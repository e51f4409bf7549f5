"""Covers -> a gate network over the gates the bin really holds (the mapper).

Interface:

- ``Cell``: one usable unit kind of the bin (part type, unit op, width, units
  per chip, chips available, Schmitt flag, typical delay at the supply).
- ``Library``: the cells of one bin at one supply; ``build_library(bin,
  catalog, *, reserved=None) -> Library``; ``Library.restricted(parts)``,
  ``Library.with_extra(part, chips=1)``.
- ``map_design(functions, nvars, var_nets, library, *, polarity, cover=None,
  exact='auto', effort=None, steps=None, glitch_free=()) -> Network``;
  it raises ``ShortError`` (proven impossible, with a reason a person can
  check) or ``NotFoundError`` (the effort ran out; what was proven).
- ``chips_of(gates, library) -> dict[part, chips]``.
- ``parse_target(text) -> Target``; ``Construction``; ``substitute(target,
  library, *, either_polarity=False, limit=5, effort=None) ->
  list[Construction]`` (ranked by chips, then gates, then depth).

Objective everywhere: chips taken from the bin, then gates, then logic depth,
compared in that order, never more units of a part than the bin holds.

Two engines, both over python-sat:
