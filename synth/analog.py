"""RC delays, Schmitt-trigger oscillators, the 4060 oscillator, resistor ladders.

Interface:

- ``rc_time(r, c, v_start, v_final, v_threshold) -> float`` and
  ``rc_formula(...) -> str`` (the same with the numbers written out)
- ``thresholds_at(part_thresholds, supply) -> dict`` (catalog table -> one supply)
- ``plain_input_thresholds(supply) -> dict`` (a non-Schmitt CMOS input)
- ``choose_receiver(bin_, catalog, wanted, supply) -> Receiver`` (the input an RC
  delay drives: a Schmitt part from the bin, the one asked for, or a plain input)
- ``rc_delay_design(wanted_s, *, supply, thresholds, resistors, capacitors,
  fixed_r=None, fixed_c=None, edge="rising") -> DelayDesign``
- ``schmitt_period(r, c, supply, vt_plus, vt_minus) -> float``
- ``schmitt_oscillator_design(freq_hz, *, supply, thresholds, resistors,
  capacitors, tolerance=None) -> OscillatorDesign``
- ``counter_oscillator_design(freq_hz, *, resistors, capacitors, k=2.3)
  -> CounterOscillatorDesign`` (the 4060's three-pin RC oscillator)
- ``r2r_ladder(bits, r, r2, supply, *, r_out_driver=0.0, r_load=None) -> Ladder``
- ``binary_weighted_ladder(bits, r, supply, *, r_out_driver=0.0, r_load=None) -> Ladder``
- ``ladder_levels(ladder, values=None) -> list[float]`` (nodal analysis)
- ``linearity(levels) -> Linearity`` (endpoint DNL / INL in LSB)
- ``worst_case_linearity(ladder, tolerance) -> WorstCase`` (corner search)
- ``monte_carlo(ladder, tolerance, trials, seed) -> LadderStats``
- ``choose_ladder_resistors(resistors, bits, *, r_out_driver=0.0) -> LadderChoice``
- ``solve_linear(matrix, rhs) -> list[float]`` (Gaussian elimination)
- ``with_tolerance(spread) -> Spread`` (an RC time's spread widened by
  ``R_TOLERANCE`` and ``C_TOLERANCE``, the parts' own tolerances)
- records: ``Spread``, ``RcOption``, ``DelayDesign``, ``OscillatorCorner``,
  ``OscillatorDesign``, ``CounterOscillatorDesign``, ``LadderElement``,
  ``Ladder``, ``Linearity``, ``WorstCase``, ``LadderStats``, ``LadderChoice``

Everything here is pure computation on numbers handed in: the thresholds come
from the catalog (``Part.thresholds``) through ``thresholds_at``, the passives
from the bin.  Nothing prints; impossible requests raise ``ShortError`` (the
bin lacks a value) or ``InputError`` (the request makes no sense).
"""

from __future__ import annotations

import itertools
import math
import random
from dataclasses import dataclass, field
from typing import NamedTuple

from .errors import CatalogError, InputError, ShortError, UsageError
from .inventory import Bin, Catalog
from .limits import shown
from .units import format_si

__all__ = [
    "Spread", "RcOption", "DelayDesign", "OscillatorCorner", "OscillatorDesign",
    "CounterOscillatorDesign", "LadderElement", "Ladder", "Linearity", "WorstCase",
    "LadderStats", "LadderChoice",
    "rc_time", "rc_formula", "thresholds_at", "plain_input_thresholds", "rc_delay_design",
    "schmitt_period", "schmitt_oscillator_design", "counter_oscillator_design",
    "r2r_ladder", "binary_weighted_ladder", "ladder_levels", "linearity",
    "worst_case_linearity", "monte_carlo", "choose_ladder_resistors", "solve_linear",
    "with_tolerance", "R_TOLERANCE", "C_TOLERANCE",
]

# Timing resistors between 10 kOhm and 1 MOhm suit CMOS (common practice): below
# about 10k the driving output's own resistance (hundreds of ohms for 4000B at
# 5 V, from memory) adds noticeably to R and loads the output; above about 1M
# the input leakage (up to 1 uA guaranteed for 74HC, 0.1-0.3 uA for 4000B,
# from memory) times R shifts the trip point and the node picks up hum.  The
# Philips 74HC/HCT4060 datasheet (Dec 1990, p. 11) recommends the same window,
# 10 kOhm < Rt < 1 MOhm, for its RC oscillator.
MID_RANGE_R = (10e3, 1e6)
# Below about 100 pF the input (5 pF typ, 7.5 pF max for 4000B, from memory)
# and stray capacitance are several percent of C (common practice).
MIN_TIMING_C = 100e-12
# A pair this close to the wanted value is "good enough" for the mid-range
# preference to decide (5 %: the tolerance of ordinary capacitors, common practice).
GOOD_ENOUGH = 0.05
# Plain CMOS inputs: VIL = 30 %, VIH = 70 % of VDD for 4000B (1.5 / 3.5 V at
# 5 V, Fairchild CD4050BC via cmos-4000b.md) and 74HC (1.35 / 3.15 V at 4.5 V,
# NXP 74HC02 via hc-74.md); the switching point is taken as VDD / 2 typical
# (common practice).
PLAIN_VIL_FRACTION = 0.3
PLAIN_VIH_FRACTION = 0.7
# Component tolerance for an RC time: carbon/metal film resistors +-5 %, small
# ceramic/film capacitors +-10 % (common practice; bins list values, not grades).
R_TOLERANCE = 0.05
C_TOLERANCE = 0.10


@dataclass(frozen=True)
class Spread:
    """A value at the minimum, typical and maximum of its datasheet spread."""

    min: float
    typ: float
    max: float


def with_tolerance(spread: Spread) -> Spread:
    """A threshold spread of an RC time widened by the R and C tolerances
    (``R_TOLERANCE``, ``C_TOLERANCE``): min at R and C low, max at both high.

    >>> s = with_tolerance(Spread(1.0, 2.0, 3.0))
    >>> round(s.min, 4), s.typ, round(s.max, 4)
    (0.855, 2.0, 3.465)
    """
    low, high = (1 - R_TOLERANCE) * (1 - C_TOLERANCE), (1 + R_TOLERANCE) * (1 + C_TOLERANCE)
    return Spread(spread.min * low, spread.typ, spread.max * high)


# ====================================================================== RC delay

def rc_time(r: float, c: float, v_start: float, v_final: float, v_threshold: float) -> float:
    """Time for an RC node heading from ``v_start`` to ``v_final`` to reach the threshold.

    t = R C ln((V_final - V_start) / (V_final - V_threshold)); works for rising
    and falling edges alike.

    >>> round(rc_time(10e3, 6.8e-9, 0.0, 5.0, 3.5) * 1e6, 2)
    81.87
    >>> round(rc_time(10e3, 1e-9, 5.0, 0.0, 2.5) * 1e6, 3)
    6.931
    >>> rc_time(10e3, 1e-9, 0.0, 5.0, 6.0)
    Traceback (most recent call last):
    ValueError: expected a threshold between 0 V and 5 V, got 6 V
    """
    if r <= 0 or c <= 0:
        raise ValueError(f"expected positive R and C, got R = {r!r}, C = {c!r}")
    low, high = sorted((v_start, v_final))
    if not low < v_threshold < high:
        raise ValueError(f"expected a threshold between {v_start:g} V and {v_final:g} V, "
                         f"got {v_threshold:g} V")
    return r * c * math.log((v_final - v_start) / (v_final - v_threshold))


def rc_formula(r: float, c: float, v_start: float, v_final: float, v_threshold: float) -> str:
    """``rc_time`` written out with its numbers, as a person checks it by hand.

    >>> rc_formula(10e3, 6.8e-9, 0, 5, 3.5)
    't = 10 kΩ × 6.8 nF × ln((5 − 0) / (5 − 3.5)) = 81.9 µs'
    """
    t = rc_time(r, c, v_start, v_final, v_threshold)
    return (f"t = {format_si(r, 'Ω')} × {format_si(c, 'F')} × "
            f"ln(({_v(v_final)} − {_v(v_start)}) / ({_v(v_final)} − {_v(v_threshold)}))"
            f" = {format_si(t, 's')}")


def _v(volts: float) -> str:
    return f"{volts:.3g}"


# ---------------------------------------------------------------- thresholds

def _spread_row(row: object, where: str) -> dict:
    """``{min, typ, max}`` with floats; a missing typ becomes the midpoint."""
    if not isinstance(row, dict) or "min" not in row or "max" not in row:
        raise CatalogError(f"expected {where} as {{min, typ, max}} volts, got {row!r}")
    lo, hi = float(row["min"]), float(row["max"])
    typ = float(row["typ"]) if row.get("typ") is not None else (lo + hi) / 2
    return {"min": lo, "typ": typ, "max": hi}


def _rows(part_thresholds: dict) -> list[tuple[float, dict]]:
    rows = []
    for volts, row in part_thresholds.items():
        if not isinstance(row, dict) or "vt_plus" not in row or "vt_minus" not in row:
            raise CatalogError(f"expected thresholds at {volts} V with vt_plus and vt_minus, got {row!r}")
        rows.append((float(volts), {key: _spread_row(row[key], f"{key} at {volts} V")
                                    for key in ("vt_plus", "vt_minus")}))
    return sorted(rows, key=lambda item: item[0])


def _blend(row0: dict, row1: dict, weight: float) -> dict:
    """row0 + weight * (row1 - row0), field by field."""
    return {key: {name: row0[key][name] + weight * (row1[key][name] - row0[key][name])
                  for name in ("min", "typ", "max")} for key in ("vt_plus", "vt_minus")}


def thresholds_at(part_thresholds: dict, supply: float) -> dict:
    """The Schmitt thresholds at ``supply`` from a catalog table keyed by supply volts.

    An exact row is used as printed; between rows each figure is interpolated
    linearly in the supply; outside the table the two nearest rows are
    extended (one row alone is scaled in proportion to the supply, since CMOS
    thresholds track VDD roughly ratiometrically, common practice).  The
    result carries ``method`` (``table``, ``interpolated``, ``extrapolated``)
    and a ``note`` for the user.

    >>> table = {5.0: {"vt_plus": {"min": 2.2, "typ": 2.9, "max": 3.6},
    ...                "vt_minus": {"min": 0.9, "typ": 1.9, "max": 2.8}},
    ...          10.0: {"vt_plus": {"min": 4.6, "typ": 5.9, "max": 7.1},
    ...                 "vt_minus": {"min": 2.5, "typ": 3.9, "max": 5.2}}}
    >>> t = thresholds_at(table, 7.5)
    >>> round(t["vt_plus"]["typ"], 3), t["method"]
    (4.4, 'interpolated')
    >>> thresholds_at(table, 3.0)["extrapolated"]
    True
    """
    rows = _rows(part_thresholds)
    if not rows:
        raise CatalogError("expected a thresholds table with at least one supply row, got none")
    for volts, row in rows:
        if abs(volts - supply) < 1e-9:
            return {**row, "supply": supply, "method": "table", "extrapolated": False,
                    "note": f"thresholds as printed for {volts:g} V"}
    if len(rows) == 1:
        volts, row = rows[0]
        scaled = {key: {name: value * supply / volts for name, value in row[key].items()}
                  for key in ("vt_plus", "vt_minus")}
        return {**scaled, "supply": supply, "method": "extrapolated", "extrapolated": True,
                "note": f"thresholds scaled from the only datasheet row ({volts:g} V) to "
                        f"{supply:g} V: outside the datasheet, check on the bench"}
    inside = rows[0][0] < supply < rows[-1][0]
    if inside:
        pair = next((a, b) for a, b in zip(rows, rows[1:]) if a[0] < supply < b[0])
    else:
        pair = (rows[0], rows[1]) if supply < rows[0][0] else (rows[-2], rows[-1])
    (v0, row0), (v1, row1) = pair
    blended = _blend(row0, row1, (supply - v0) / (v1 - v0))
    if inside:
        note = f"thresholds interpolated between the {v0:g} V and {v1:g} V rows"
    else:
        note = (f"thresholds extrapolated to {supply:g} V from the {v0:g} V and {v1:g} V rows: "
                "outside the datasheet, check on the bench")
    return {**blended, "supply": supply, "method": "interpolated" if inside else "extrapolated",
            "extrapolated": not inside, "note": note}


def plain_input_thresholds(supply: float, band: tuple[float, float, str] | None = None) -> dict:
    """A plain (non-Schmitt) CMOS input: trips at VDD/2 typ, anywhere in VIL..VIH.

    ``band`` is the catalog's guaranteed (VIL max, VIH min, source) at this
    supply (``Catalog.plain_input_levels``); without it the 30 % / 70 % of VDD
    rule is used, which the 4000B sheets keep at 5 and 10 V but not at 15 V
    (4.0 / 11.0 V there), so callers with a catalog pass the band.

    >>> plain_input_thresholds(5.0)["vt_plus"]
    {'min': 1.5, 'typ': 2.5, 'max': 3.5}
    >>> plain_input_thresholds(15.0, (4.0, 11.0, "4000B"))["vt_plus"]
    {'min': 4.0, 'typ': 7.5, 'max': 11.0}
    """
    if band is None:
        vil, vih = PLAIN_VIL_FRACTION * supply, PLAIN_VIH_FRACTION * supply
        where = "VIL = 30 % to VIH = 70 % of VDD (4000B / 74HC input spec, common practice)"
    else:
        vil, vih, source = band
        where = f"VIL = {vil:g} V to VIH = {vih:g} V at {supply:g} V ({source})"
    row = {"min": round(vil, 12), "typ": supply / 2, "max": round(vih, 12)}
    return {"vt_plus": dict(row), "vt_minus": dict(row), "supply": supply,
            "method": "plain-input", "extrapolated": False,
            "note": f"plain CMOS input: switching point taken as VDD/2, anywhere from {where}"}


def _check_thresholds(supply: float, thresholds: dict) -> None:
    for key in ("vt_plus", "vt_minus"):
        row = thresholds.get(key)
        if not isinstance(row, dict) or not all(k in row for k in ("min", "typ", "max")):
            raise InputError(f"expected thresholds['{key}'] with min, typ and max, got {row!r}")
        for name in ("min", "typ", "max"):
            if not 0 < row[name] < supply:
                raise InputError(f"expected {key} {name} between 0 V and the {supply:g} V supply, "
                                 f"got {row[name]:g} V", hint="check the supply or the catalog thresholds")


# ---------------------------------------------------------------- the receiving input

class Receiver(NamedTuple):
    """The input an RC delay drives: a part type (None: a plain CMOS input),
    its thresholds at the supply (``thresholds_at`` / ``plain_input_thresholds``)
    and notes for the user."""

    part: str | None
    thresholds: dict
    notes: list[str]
● ● ● ● ●
▶ EXERCISE BRIEF
In the material above, transcribe exactly the lines beginning at the one with "def _v(volts: float)" and ending at the one with "with floats; a", both included.

▶ TASK RESULT
def _v(volts: float) -> str:
    return f"{volts:.3g}"


# ---------------------------------------------------------------- thresholds

def _spread_row(row: object, where: str) -> dict:
    """``{min, typ, max}`` with floats; a missing typ becomes the midpoint."""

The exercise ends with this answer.